The War that Saved My Life, by Kimberly Brubaker Bradley. It's middle grade, and really good. My 10YO and I each picked it up just to look at, and ended up reading it straight through. It's about some kids who go away to the country during the London blitz, only the MC, Ada, has to actually run away to do it because she has a club foot and her mother is very abusive and doesn't want to even send her. A lady who doesn't know anything about children and is a bit of a misfit herself gets Ada and her brother Jamie assigned to her, and it's a lovely story of how she peels back the damage and helps these kids have a normal life. I thought the author was particularly gifted at giving us Ada's very ignorant-of-life POV, while at the same time showing the reader what's really going on.

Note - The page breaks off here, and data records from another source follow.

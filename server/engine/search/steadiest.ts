import type { Frame } from './aim.ts';
import { byPriceThenIds, type Candidate } from './candidate.ts';
import { closestOfFrame, formCandidate, type AimedFrame } from './closest.ts';
import { guaranteedBand, timingAt, worseEnd } from './guaranteed-band.ts';
import {
  capacitanceAt,
  extremeRate,
  fewCorners,
  headCorners,
  logDrift,
  type HeadCorners,
} from './head-corners.ts';
import { inOrder } from './in-order.ts';
import type { PreparedShelf } from './prepared-shelf.ts';
import { firstNotBelow } from './resistor-values.ts';
import type { SearchBrief } from './shelf.ts';
import { firstShare, leastTolerance } from './least-tolerance.ts';
import { kindsNear, mixedKinds, type TimingKind } from './timing-kinds.ts';
import { chosenParts, visitChoices, type SingleTimingParts } from './timing-choice.ts';

/** A candidate with the worse end of its guaranteed band, as a fraction of the target. */
export interface Steady {
  candidate: Candidate;
  end: number;
}

const sameEnd = 1e-12;

/** The better of two by the worse end, equals by price and ids. */
export function steadier(a: Steady | null, b: Steady | null): Steady | null {
  if (a === null || b === null) return a ?? b;
  if (Math.abs(a.end - b.end) > sameEnd) return a.end < b.end ? a : b;
  return byPriceThenIds(a.candidate, b.candidate) <= 0 ? a : b;
}

/**
 * The candidate whose guaranteed band has the least worse end, over every frame and every timing
 * resistance that the shelf holds; null when it holds none. Frames go by a lower bound of what they
 * can reach, and within a frame the walk outwards from the middle ends where even a
 * perfect resistor would be too far off, so nothing that could win is left out. Only where a frame's
 * kits stray by more than 30 % whatever the resistor, its nearest pack stands for all.
 */
export function findSteadiest(
  aimed: readonly AimedFrame[],
  brief: SearchBrief,
  shelf: PreparedShelf,
): Steady | null {
  const kinds = mixedKinds(aimed[0]?.stock.offers ?? []);
  const tolerance = kinds.reduce((least, kind) => Math.min(least, kind.tolerance), 1);
  const kindsAt = ({ stock, idealOhms, reaches }: AimedFrame) =>
    reaches ? kindsNear(shelf.values, stock.offers, idealOhms) : kinds;
  const queue = inOrder(
    aimed
      .filter((frame) => frame.distance < Number.POSITIVE_INFINITY)
      .map((frame) => ({
        frame,
        // A band has its nominal rate inside.
        bound: Math.max(quickBound(frame, tolerance), -Math.expm1(-frame.distance)),
      })),
    ({ bound }) => bound,
  );
  let best: Steady | null = null;
  for (let from = 0; from < queue.length; from += batchLength) {
    const batch = queue.slice(from, from + batchLength);
    if (best !== null && batch[0]!.bound > best.end) break;
    const closer = batch
      .filter(({ bound }) => best === null || bound <= best.end)
      .map(({ frame }) => ({ frame, bound: leastEnd(partialReach(frame, brief), kindsAt(frame)) }))
      .sort((a, b) => a.bound - b.bound);
    for (const { frame, bound } of closer) {
      if (best !== null && bound - estimateSlack > best.end) break;
      best = steadiestOfFrame(frame, brief, shelf, kindsAt(frame), best);
    }
  }
  return best;
}

/** Frames are looked at in batches: by a quick bound between them, by a closer one within. */
const batchLength = 256;

/**
 * The period goes with at least this power of R, C and the thresholds' ratio: delays take a tenth of
 * it at most, and the rest is left for leakage and output resistance.
 */
const leastPower = 0.85;

/**
 * Less than any pack of the frame can reach, from tolerances alone: a band of ratio q about the target
 * has a worse end of (q − 1)/(q + 1) at least.
 */
export function quickBound({ capacitor, head }: Frame, timingTolerance: number): number {
  const { r1, r2, r3 } = head.thresholds;
  const [x1, x2] = [r1.ohms / (r1.ohms + r3.ohms), r2.ohms / (r2.ohms + r3.ohms)];
  const log = Math.log1p(r1.ohms / r3.ohms) + Math.log1p(r2.ohms / r3.ohms);
  const thresholds =
    (x1 * (r1.tolerance + r3.tolerance) + x2 * (r2.tolerance + r3.tolerance)) / log;
  const half =
    capacitor.tolerance + capacitor.temperatureSpread + timingTolerance + leastPower * thresholds;
  return Math.tanh(leastPower * half);
}

/** How far the corners of a frame reach with a perfect timing resistor of the ideal value. */
interface Reach {
  celsius: readonly number[];
  /** ln of slowest and fastest rate over the target, by temperature. */
  slow: number[];
  fast: number[];
  /** −d ln f / d ln R4 of the slowest and the fastest kit, towards more and less resistance. */
  slowPower: number;
  fastPower: number;
}

/** Step in R4 by which the powers are found: as wide as the widest tolerance. */
const powerStep = 0.05;

function reachOf(frame: AimedFrame, brief: SearchBrief): Reach {
  return reachOver(frame, brief, headCorners(frame.head, brief));
}

/** As `reachOf` over a few of the corners that are the furthest as a rule: never wider. */
function partialReach(frame: AimedFrame, brief: SearchBrief): Reach {
  return reachOver(frame, brief, fewCorners(frame.head, brief));
}

function reachOver(frame: AimedFrame, brief: SearchBrief, corners: HeadCorners): Reach {
  const { capacitor, idealOhms } = frame;
  const logAt = (corner: 'slow' | 'fast', t: number, ohms: number) => {
    const farads = capacitanceAt(capacitor, corner, corners.celsius[t]!);
    return Math.log(extremeRate(corners, corner, t, ohms, farads, capacitor) / brief.targetHz);
  };
  const slow = corners.celsius.map((_, t) => logAt('slow', t, idealOhms));
  const fast = corners.celsius.map((_, t) => logAt('fast', t, idealOhms));
  const slower = logAt('slow', 0, idealOhms * (1 + powerStep));
  const faster = logAt('fast', 0, idealOhms * (1 - powerStep));
  return {
    celsius: corners.celsius,
    slow,
    fast,
    slowPower: finiteOrOne((slow[0]! - slower) / Math.log1p(powerStep)),
    fastPower: finiteOrOne((fast[0]! - faster) / Math.log1p(-powerStep)),
  };
}

/** A corner that stands still has no power; any will do, since its end is the worst there is. */
function finiteOrOne(power: number): number {
  return Number.isFinite(power) ? power : 1;
}

/** Estimates are this near to the band by the full model, as a fraction of the rate. */
const estimateSlack = 4e-6;
/** Once an estimate of a frame was put right by the full model, the others are this near. */
const correctedSlack = 2e-7;

/** No pack that strays further is steady; of a frame that can do no better only the nearest is looked at. */
const steadyEnd = 0.3;

function nearestOfFrame(
  frame: AimedFrame,
  brief: SearchBrief,
  shelf: PreparedShelf,
): Steady | null {
  const nearest = closestOfFrame(frame, brief);
  return nearest && steadyOf(nearest, brief, shelf);
}

function steadiestOfFrame(
  frame: AimedFrame,
  brief: SearchBrief,
  shelf: PreparedShelf,
  kinds: readonly TimingKind[],
  before: Steady | null,
): Steady | null {
  let best = before;
  const reach = reachOf(frame, brief);
  const least = leastEnd(reach, kinds);
  if (best !== null && least - estimateSlack > best.end) return best;
  if (!(least <= steadyEnd)) return steadier(best, nearestOfFrame(frame, brief, shelf));
  const { table } = frame.stock;
  const middle = frame.idealOhms * Math.exp(middleOf(reach, kinds));
  const start = firstNotBelow(table.ohms, Math.max(middle, frame.head.minTimingOhms));
  let [correction, slack] = [0, estimateSlack];
  const windowNow = () =>
    windowFor(reach, kinds, (best?.end ?? Number.POSITIVE_INFINITY) - correction + slack);
  let [from, to] = windowNow();
  for (const step of [-1, 1]) {
    for (let k = step < 0 ? start - 1 : start; k >= 0 && k < table.ohms.length; k += step) {
      if (table.ohms[k]! < frame.head.minTimingOhms) break;
      const away = Math.log(table.ohms[k]! / frame.idealOhms);
      if (step < 0 ? away < from : away > to) break;
      const most = best === null ? 1 : mostTolerance(reach, away, best.end - correction + slack);
      const share = firstShare(frame, k);
      if (leastTolerance(frame, k, share) > most) continue;
      visitChoices(frame.stock, k, (first, second) => {
        const tolerance = share * first.tolerance + (1 - share) * (second?.tolerance ?? 0);
        if (tolerance > most) return;
        const timing = chosenParts(table, k, { first, second });
        const end = estimatedEnd(frame, reach, timing);
        if (best !== null && end + correction - slack > best.end) return;
        const found = assess(frame, timing, brief, shelf);
        if (found === null) return;
        [correction, slack] = [found.end - end, correctedSlack];
        const better = steadier(best, found);
        if (better === best) return;
        best = better;
        [from, to] = windowNow();
      });
    }
  }
  return best;
}

/** Where a resistor of the best kind should lie, in ln from the ideal value, for both ends to be equally far. */
function middleOf(reach: Reach, kinds: readonly TimingKind[]): number {
  let [least, middle] = [Number.POSITIVE_INFINITY, 0];
  for (const kind of kinds) {
    const [low, high] = endsOf(reach, kind);
    if (high - low >= least) continue;
    least = high - low;
    const end = Math.tanh(least / 2);
    middle =
      (high - Math.log1p(end)) / reach.fastPower / 2 +
      (low - Math.log1p(-end)) / reach.slowPower / 2;
  }
  return Number.isFinite(middle) ? middle : 0;
}

/** ln of the extreme rates with a resistor of a kind at the ideal value. */
function endsOf(
  { slow, fast, celsius, slowPower, fastPower }: Reach,
  kind: TimingKind,
): [number, number] {
  let [low, high] = [Number.POSITIVE_INFINITY, Number.NEGATIVE_INFINITY];
  for (let t = 0; t < celsius.length; t += 1) {
    const drifted = logDrift(kind.coefficientPerKelvin, celsius[t]!);
    low = Math.min(low, slow[t]! - slowPower * drifted);
    high = Math.max(high, fast[t]! - fastPower * drifted);
  }
  return [
    low - slowPower * Math.log1p(kind.tolerance),
    high - fastPower * Math.log1p(-kind.tolerance),
  ];
}

/** The least worse end that a resistor of any of the kinds and of any value could reach. */
function leastEnd(reach: Reach, kinds: readonly TimingKind[]): number {
  return kinds.reduce((least, kind) => {
    const [low, high] = endsOf(reach, kind);
    return Math.min(least, Math.tanh((high - low) / 2));
  }, 1);
}

/**
 * How far from the ideal resistance (ln, downwards and upwards) a resistor of some kind can be for a
 * worse end under `end`.
 */
function windowFor(reach: Reach, kinds: readonly TimingKind[], end: number): [number, number] {
  let [from, to] = [Number.POSITIVE_INFINITY, Number.NEGATIVE_INFINITY];
  for (const kind of kinds) {
    const [low, high] = endsOf(reach, kind);
    const least = (high - Math.log1p(end)) / reach.fastPower;
    const most = end < 1 ? (low - Math.log1p(-end)) / reach.slowPower : Number.POSITIVE_INFINITY;
    if (least > most) continue;
    from = Math.min(from, least);
    to = Math.max(to, most);
  }
  return [from, to];
}

/**
 * More than the tolerance with which a resistance `away` (ln) from the ideal one can have a worse end
 * under `end`: what is left at 25 °C, where nothing drifts. 1 where 25 °C is not in the range.
 */
function mostTolerance(reach: Reach, away: number, end: number): number {
  const t = reach.celsius.indexOf(25);
  if (t < 0 || end >= 1) return 1;
  const fast = away + (Math.log1p(end) - reach.fast[t]!) / reach.fastPower;
  const slow = (reach.slow[t]! - Math.log1p(-end)) / reach.slowPower - away;
  // Two parts side by side spread a little less than their shares say.
  return Math.min(Math.expm1(slow), -Math.expm1(-fast)) * 1.05 + 1e-5;
}

/** Worse end of timing parts, from the reach of their frame and the parts' own corners. */
function estimatedEnd(
  { idealOhms }: AimedFrame,
  { celsius, slow, fast, slowPower, fastPower }: Reach,
  timing: SingleTimingParts,
): number {
  let [low, high] = [Number.POSITIVE_INFINITY, Number.NEGATIVE_INFINITY];
  for (let t = 0; t < celsius.length; t += 1) {
    const most = timingAt(timing, 1, celsius[t]!);
    const least = timingAt(timing, -1, celsius[t]!);
    low = Math.min(low, slow[t]! - slowPower * Math.log(most / idealOhms));
    high = Math.max(high, fast[t]! - fastPower * Math.log(least / idealOhms));
  }
  return Math.max(Math.expm1(high), -Math.expm1(low));
}

function assess(
  frame: AimedFrame,
  timing: SingleTimingParts,
  brief: SearchBrief,
  shelf: PreparedShelf,
): Steady | null {
  const candidate = formCandidate(frame, timing, brief);
  return candidate === null ? null : steadyOf(candidate, brief, shelf);
}

/** A candidate with its worse end. */
export function steadyOf(candidate: Candidate, brief: SearchBrief, shelf: PreparedShelf): Steady {
  const end = worseEnd(guaranteedBand(candidate, brief, shelf), brief.targetHz);
  return { candidate, end };
}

The Paper Magician, Charlie N. Holmberg. It reads like YA, although the characters are slightly older, but it's in that fantasy setting where there's quite a sliding scale of ages it appeals to. It's England around the early 20th century, plus magic. A girl graduates and wants to be a metal magician, but there's a shortage of Folders (paper magicians), so she gets apprenticed to one of those, instead. And once you bond to your material, there's no going back--you can't change. There's mystery and chases with villains, and it's a series.
Crown Duel, Sherwood Smith. Which I have totally read before, but sometimes you need a book "friend." It's another "civilization of the feral child" story, set in a fantasy world.